**EXERCISE DESCRIPTION:** Output the entries underneath exactly as they are.

<<<<

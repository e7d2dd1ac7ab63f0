// Every page of the words-and-tables pass at 1440×900, screenshots under .data/test/screenshots/,
// and the behaviours they pin: the landing names every check, the API reference shows methods
// in plain monospace, a 404 of our own, the demo data's hand-guided names, TanStack tables that
// sort on a header click, and a server field error shown under its field.
import type { Page } from "playwright-core";
import { afterAll, beforeAll, describe, expect, it } from "vitest";
import { demoCourse, demoPeople, demoPlans, demoProjects } from "@/db/demo";
import { baseUrl as baseURL, openBrowser, screenshotDir, type BrowserSession } from "./browser";

const instructor = demoPeople[0];
const researcher = demoPeople[3];
const aiko = demoPeople[2];
const researchProject = demoProjects[1];
const researchPlan = demoPlans.find((p) => p.projectId === researchProject.id)!;

/** The error text an input points at with aria-describedby (its last id is the error). */
async function errorUnder(page: Page, label: string): Promise<string | null> {
  const ids = (await page.getByLabel(label, { exact: true }).getAttribute("aria-describedby")) ?? "";
  const last = ids.split(" ").filter(Boolean).at(-1);
  return last ? page.locator(`[id="${last}"]`).textContent() : null;
}

/** Blank space under the footer: how far the page's scrollable height runs past the footer's bottom. */
async function spaceUnderFooter(page: Page): Promise<number> {
  return page.evaluate(() => {
    const footer = document.querySelector("body > footer")!.getBoundingClientRect();
    return document.documentElement.scrollHeight - (footer.bottom + window.scrollY);
  });
}
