/**
 * A review queue longer than one page, in Chromium against the production server: the page comes
 * with the first 200 submissions, the browser loads the rest through the API until the last page,
 * and only then stops saying how many are shown; the search then finds a submission of the last
 * page. When a later page cannot be fetched the page says how many it shows and that more exist,
 * and "Try again" carries on. Screenshots: .data/test/screenshots/review-queue-*.png.
 */
import bcrypt from "bcryptjs";
import { randomUUID } from "node:crypto";
import { and, eq, inArray } from "drizzle-orm";
import { afterAll, beforeAll, describe, expect, it } from "vitest";
import type { Page } from "playwright-core";
import { db } from "@/db";
import { demoArms } from "@/db/demo";
import { createAssignment, createCourse } from "@/db/queries/courses";
import { createUser } from "@/db/queries/users";
import { armRevisions, users } from "@/db/schema";
import { courses, submissions } from "@/db/schema/courses";
import { openBrowser, screenshotDir, type BrowserSession } from "./browser";

const SUBMISSIONS = 230; // more than the page's first 200
const password = "queue-teacher-01";
const tag = randomUUID().slice(0, 8);
const teacherEmail = `queue-teacher-${tag}@example.com`;
let courseId = "";
const userIds: string[] = [];

const name = (i: number) => `Queue student ${String(i).padStart(3, "0")}`;

beforeAll(async () => {
  const teacher = await createUser({
    email: teacherEmail,
    name: "Queue teacher",
    siteRole: "instructor",
    passwordHash: await bcrypt.hash(password, 4),
  });
  if (!teacher) throw new Error("teacher not created");
  userIds.push(teacher.id);
  const course = await createCourse({ userId: teacher.id, title: `Long queue ${tag}`, term: "Autumn" });
  courseId = course.id;
  const [revision] = await db
    .select({ id: armRevisions.id })
    .from(armRevisions)
    .where(and(eq(armRevisions.armId, demoArms[0].id), eq(armRevisions.revision, 1)));
  const assignment = await createAssignment({
    courseId,
    userId: teacher.id,
    title: "Base sweep",
    instructions: "",
    dueAt: new Date("2026-12-20T12:00:00Z"),
    requiredArmRevisionId: revision.id,
    poseTolerance: 0.001,
  });
  if (!assignment) throw new Error("assignment not created");
  const students = await db
    .insert(users)
    .values(
      Array.from({ length: SUBMISSIONS }, (_, i) => ({
        email: `queue-student-${tag}-${i + 1}@example.com`,
        name: name(i + 1),
        siteRole: "student" as const,
        passwordHash: "not a password hash: these accounts never sign in",
      })),
    )
    .returning({ id: users.id });
  userIds.push(...students.map((s) => s.id));
  // Student 001 waited longest; student 230 submitted last, so it is on the last page.
  await db.insert(submissions).values(
    students.map((s, i) => ({
      assignmentId: assignment.id,
      studentId: s.id,
      planVersionNumber: 1,
      document: {},
      armRevisionId: revision.id,
      report: { verdict: "pass", findings: [] },
      verdict: "pass" as const,
      late: false,
      submittedAt: new Date(Date.UTC(2026, 11, 1, 8, 0) + i * 60_000),
    })),
  );
});

afterAll(async () => {
  if (courseId) await db.delete(courses).where(eq(courses.id, courseId));
  if (userIds.length) await db.delete(users).where(inArray(users.id, userIds));
});

async function signIn(page: Page) {
  await page.goto("/sign-in?callbackUrl=%2Freviews");
  await page.getByLabel("E-mail").fill(teacherEmail);
  await page.getByLabel("Password").fill(password);
  await page.getByRole("button", { name: "Sign in", exact: true }).click();
  await page.waitForURL(/\/reviews$/);
}

describe("a review queue longer than one page", () => {
  let s: BrowserSession;
  beforeAll(async () => {
    s = await openBrowser();
    await s.page.setViewportSize({ width: 1440, height: 900 });
  });
  afterAll(async () => {
    await s?.close();
  });

  it("loads every page, then finds a submission of the last one by search", async () => {
    const pagesAsked: string[] = [];
    s.page.on("request", (r) => {
      if (/\/api\/v1\/reviews\?.*cursor=/.test(r.url())) pagesAsked.push(r.url());
    });
    await signIn(s.page);
    await s.page.getByRole("table", { name: "Review queue" }).waitFor();
    // the line saying more exist goes once the last page is in
    await s.page.getByTestId("queue-progress").waitFor({ state: "detached", timeout: 30_000 });
    // 200 came with the page; the other 30 in one more page through the API
    expect(pagesAsked).toHaveLength(1);
    expect(new URL(pagesAsked[0]).searchParams.get("limit")).toBe("200");
    const firstRow = s.page.getByTestId("queue-row").first();
    expect(await firstRow.textContent()).toContain(name(1));
    await s.page.getByRole("searchbox", { name: "Search the queue" }).fill(name(SUBMISSIONS));
    await expect.poll(() => s.page.getByTestId("queue-row").count()).toBe(1);
    expect(await s.page.getByTestId("queue-row").first().textContent()).toContain(name(SUBMISSIONS));
    await s.page.getByRole("searchbox", { name: "Search the queue" }).fill("");
    await s.page.screenshot({ path: `${screenshotDir}/review-queue-long.png` });
    expect(s.errors).toEqual([]);
  });

  it("says how many are shown when a later page cannot be fetched, and carries on when asked", async () => {
    const page = await s.context.newPage();
    await page.setViewportSize({ width: 1440, height: 900 });
    // the browser's own request for the next page fails on the way (the server is not touched)
    await page.route("**/api/v1/reviews?*", (route) => route.abort("connectionfailed"));
    await page.goto("/reviews");
    const progress = page.getByTestId("queue-progress");
    await progress.getByText("could not be loaded").waitFor();
    expect(await progress.textContent()).toContain("Showing 200 submissions; the queue has more.");
    await page.screenshot({ path: `${screenshotDir}/review-queue-cut.png` });
    await page.unroute("**/api/v1/reviews?*");
    await progress.getByRole("button", { name: "Try again" }).click();
    await progress.waitFor({ state: "detached", timeout: 30_000 });
    await page.getByRole("searchbox", { name: "Search the queue" }).fill(name(SUBMISSIONS));
    await expect.poll(() => page.getByTestId("queue-row").count()).toBe(1);
    await page.close();
  });
});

>>>>

**RESULT:**
repository e7d2dd1ac7ab63f0
// Every page of the words-and-tables pass at 1440×900, screenshots under .data/test/screenshots/,
// and the behaviours they pin: the landing names every check, the API reference shows methods
// in plain monospace, a 404 of our own, the demo data's hand-guided names, TanStack tables that
// sort on a header click, and a server field error shown under its field.
import type { Page } from "playwright-core";
import { afterAll, beforeAll, describe, expect, it } from "vitest";
import { demoCourse, demoPeople, demoPlans, demoProjects } from "@/db/demo";
import { baseUrl as baseURL, openBrowser, screenshotDir, type BrowserSession } from "./browser";

const instructor = demoPeople[0];
const researcher = demoPeople[3];
const aiko = demoPeople[2];
const researchProject = demoProjects[1];
const researchPlan = demoPlans.find((p) => p.projectId === researchProject.id)!;

/** The error text an input points at with aria-describedby (its last id is the error). */
async function errorUnder(page: Page, label: string): Promise<string | null> {
  const ids = (await page.getByLabel(label, { exact: true }).getAttribute("aria-describedby")) ?? "";
  const last = ids.split(" ").filter(Boolean).at(-1);
  return last ? page.locator(`[id="${last}"]`).textContent() : null;
}

/** Blank space under the footer: how far the page's scrollable height runs past the footer's bottom. */
async function spaceUnderFooter(page: Page): Promise<number> {
  return page.evaluate(() => {
    const footer = document.querySelector("body > footer")!.getBoundingClientRect();
    return document.documentElement.scrollHeight - (footer.bottom + window.scrollY);
  });
}
/**
 * A review queue longer than one page, in Chromium against the production server: the page comes
 * with the first 200 submissions, the browser loads the rest through the API until the last page,
 * and only then stops saying how many are shown; the search then finds a submission of the last
 * page. When a later page cannot be fetched the page says how many it shows and that more exist,
 * and "Try again" carries on. Screenshots: .data/test/screenshots/review-queue-*.png.
 */
import bcrypt from "bcryptjs";
import { randomUUID } from "node:crypto";
import { and, eq, inArray } from "drizzle-orm";
import { afterAll, beforeAll, describe, expect, it } from "vitest";
import type { Page } from "playwright-core";
import { db } from "@/db";
import { demoArms } from "@/db/demo";
import { createAssignment, createCourse } from "@/db/queries/courses";
import { createUser } from "@/db/queries/users";
import { armRevisions, users } from "@/db/schema";
import { courses, submissions } from "@/db/schema/courses";
import { openBrowser, screenshotDir, type BrowserSession } from "./browser";

const SUBMISSIONS = 230; // more than the page's first 200
const password = "queue-teacher-01";
const tag = randomUUID().slice(0, 8);
const teacherEmail = `queue-teacher-${tag}@example.com`;
let courseId = "";
const userIds: string[] = [];

const name = (i: number) => `Queue student ${String(i).padStart(3, "0")}`;

beforeAll(async () => {
  const teacher = await createUser({
    email: teacherEmail,
    name: "Queue teacher",
    siteRole: "instructor",
    passwordHash: await bcrypt.hash(password, 4),
  });
  if (!teacher) throw new Error("teacher not created");
  userIds.push(teacher.id);
  const course = await createCourse({ userId: teacher.id, title: `Long queue ${tag}`, term: "Autumn" });
  courseId = course.id;
  const [revision] = await db
    .select({ id: armRevisions.id })
    .from(armRevisions)
    .where(and(eq(armRevisions.armId, demoArms[0].id), eq(armRevisions.revision, 1)));
  const assignment = await createAssignment({
    courseId,
    userId: teacher.id,
    title: "Base sweep",
    instructions: "",
    dueAt: new Date("2026-12-20T12:00:00Z"),
    requiredArmRevisionId: revision.id,
    poseTolerance: 0.001,
  });
  if (!assignment) throw new Error("assignment not created");
  const students = await db
    .insert(users)
    .values(
      Array.from({ length: SUBMISSIONS }, (_, i) => ({
        email: `queue-student-${tag}-${i + 1}@example.com`,
        name: name(i + 1),
        siteRole: "student" as const,
        passwordHash: "not a password hash: these accounts never sign in",
      })),
    )
    .returning({ id: users.id });
  userIds.push(...students.map((s) => s.id));
  // Student 001 waited longest; student 230 submitted last, so it is on the last page.
  await db.insert(submissions).values(
    students.map((s, i) => ({
      assignmentId: assignment.id,
      studentId: s.id,
      planVersionNumber: 1,
      document: {},
      armRevisionId: revision.id,
      report: { verdict: "pass", findings: [] },
      verdict: "pass" as const,
      late: false,
      submittedAt: new Date(Date.UTC(2026, 11, 1, 8, 0) + i * 60_000),
    })),
  );
});

afterAll(async () => {
  if (courseId) await db.delete(courses).where(eq(courses.id, courseId));
  if (userIds.length) await db.delete(users).where(inArray(users.id, userIds));
});

async function signIn(page: Page) {
  await page.goto("/sign-in?callbackUrl=%2Freviews");
  await page.getByLabel("E-mail").fill(teacherEmail);
  await page.getByLabel("Password").fill(password);
  await page.getByRole("button", { name: "Sign in", exact: true }).click();
  await page.waitForURL(/\/reviews$/);
}

describe("a review queue longer than one page", () => {
  let s: BrowserSession;
  beforeAll(async () => {
    s = await openBrowser();
    await s.page.setViewportSize({ width: 1440, height: 900 });
  });
  afterAll(async () => {
    await s?.close();
  });

  it("loads every page, then finds a submission of the last one by search", async () => {
    const pagesAsked: string[] = [];
    s.page.on("request", (r) => {
      if (/\/api\/v1\/reviews\?.*cursor=/.test(r.url())) pagesAsked.push(r.url());
    });
    await signIn(s.page);
    await s.page.getByRole("table", { name: "Review queue" }).waitFor();
    // the line saying more exist goes once the last page is in
    await s.page.getByTestId("queue-progress").waitFor({ state: "detached", timeout: 30_000 });
    // 200 came with the page; the other 30 in one more page through the API
    expect(pagesAsked).toHaveLength(1);
    expect(new URL(pagesAsked[0]).searchParams.get("limit")).toBe("200");
    const firstRow = s.page.getByTestId("queue-row").first();
    expect(await firstRow.textContent()).toContain(name(1));
    await s.page.getByRole("searchbox", { name: "Search the queue" }).fill(name(SUBMISSIONS));
    await expect.poll(() => s.page.getByTestId("queue-row").count()).toBe(1);
    expect(await s.page.getByTestId("queue-row").first().textContent()).toContain(name(SUBMISSIONS));
    await s.page.getByRole("searchbox", { name: "Search the queue" }).fill("");
    await s.page.screenshot({ path: `${screenshotDir}/review-queue-long.png` });
    expect(s.errors).toEqual([]);
  });

  it("says how many are shown when a later page cannot be fetched, and carries on when asked", async () => {
    const page = await s.context.newPage();
    await page.setViewportSize({ width: 1440, height: 900 });
    // the browser's own request for the next page fails on the way (the server is not touched)
    await page.route("**/api/v1/reviews?*", (route) => route.abort("connectionfailed"));
    await page.goto("/reviews");
    const progress = page.getByTestId("queue-progress");
    await progress.getByText("could not be loaded").waitFor();
    expect(await progress.textContent()).toContain("Showing 200 submissions; the queue has more.");
    await page.screenshot({ path: `${screenshotDir}/review-queue-cut.png` });
    await page.unroute("**/api/v1/reviews?*");
    await progress.getByRole("button", { name: "Try again" }).click();
    await progress.waitFor({ state: "detached", timeout: 30_000 });
    await page.getByRole("searchbox", { name: "Search the queue" }).fill(name(SUBMISSIONS));
    await expect.poll(() => page.getByTestId("queue-row").count()).toBe(1);
    await page.close();
  });
});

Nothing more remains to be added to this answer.